Given entries Block Start

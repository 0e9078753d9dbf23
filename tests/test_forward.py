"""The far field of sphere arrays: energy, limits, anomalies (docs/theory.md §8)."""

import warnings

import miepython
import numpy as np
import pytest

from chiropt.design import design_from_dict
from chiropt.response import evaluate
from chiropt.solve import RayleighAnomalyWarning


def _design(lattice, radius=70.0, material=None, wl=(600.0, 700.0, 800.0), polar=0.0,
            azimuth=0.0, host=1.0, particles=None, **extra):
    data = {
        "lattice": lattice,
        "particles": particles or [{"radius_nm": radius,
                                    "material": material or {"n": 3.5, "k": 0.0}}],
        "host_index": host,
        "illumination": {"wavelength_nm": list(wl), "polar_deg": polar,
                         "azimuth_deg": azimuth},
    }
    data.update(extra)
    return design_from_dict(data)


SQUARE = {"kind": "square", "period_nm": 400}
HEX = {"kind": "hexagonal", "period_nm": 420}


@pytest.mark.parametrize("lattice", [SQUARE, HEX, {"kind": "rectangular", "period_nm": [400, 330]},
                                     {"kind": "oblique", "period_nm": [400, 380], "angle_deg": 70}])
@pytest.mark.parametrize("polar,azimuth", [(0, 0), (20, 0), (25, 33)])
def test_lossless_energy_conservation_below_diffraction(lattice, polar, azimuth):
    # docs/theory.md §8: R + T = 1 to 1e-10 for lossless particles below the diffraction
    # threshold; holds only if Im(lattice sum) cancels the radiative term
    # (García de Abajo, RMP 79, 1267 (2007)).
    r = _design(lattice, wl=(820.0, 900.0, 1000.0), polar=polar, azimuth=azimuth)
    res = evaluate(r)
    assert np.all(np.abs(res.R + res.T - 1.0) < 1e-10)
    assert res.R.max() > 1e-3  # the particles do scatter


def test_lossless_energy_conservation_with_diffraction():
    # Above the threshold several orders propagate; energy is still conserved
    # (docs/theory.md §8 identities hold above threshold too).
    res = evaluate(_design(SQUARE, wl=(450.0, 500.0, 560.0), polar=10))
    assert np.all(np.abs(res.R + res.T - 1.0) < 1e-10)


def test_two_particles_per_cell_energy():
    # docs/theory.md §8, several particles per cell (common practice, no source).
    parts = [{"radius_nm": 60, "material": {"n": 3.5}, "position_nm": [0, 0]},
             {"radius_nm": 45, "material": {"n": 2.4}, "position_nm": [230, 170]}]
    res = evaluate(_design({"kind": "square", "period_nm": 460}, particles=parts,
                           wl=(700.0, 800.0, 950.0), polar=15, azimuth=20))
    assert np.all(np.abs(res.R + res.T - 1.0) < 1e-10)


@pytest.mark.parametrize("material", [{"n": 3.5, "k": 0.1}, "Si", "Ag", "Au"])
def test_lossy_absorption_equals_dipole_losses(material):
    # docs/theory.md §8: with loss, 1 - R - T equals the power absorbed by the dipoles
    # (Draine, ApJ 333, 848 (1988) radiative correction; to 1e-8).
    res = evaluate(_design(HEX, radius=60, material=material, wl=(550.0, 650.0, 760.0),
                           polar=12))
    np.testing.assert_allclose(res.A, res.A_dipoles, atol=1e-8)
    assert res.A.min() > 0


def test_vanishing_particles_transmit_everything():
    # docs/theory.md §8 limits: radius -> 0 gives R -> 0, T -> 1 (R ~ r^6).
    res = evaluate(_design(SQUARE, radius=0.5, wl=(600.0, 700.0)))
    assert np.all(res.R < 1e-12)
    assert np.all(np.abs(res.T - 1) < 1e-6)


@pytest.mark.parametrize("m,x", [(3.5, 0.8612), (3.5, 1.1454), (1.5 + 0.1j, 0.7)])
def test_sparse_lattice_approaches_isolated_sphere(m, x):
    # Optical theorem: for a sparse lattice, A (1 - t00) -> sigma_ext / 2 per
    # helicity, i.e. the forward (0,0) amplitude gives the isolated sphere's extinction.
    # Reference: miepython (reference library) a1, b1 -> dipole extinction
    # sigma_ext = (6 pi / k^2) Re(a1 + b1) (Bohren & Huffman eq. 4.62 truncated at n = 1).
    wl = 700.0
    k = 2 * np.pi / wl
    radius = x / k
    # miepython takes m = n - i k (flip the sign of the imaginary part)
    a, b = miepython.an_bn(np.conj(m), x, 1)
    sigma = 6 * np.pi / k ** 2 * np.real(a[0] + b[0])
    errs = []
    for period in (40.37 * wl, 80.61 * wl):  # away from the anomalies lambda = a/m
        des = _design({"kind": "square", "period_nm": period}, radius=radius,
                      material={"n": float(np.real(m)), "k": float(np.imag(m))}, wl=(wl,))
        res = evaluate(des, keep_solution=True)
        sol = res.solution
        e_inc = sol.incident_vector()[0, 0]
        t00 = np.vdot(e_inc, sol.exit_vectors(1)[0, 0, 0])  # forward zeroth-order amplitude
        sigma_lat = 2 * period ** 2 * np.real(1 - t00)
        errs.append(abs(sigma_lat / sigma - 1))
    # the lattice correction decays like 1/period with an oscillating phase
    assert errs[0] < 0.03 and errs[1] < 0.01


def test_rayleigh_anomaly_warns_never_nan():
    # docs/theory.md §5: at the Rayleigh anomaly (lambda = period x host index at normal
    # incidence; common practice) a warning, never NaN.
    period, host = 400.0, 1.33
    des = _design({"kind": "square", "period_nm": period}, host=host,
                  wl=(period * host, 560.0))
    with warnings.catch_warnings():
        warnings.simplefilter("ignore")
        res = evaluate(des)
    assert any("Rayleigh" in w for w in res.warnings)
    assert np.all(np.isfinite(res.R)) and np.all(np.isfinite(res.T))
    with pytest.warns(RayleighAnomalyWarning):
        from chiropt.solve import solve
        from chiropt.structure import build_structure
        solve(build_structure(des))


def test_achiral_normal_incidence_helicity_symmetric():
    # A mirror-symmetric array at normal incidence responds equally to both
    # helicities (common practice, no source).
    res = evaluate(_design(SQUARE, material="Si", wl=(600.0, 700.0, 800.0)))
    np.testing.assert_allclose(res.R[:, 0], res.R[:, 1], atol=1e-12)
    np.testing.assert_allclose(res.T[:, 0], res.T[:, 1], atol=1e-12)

Given entries Block End

[Prompt] Pick out, from the lines above, every one that contains the string "mark".

[Exercise solution]
@pytest.mark.parametrize("lattice", [SQUARE, HEX, {"kind": "rectangular", "period_nm": [400, 330]},
@pytest.mark.parametrize("polar,azimuth", [(0, 0), (20, 0), (25, 33)])
@pytest.mark.parametrize("material", [{"n": 3.5, "k": 0.1}, "Si", "Ag", "Au"])
@pytest.mark.parametrize("m,x", [(3.5, 0.8612), (3.5, 1.1454), (1.5 + 0.1j, 0.7)])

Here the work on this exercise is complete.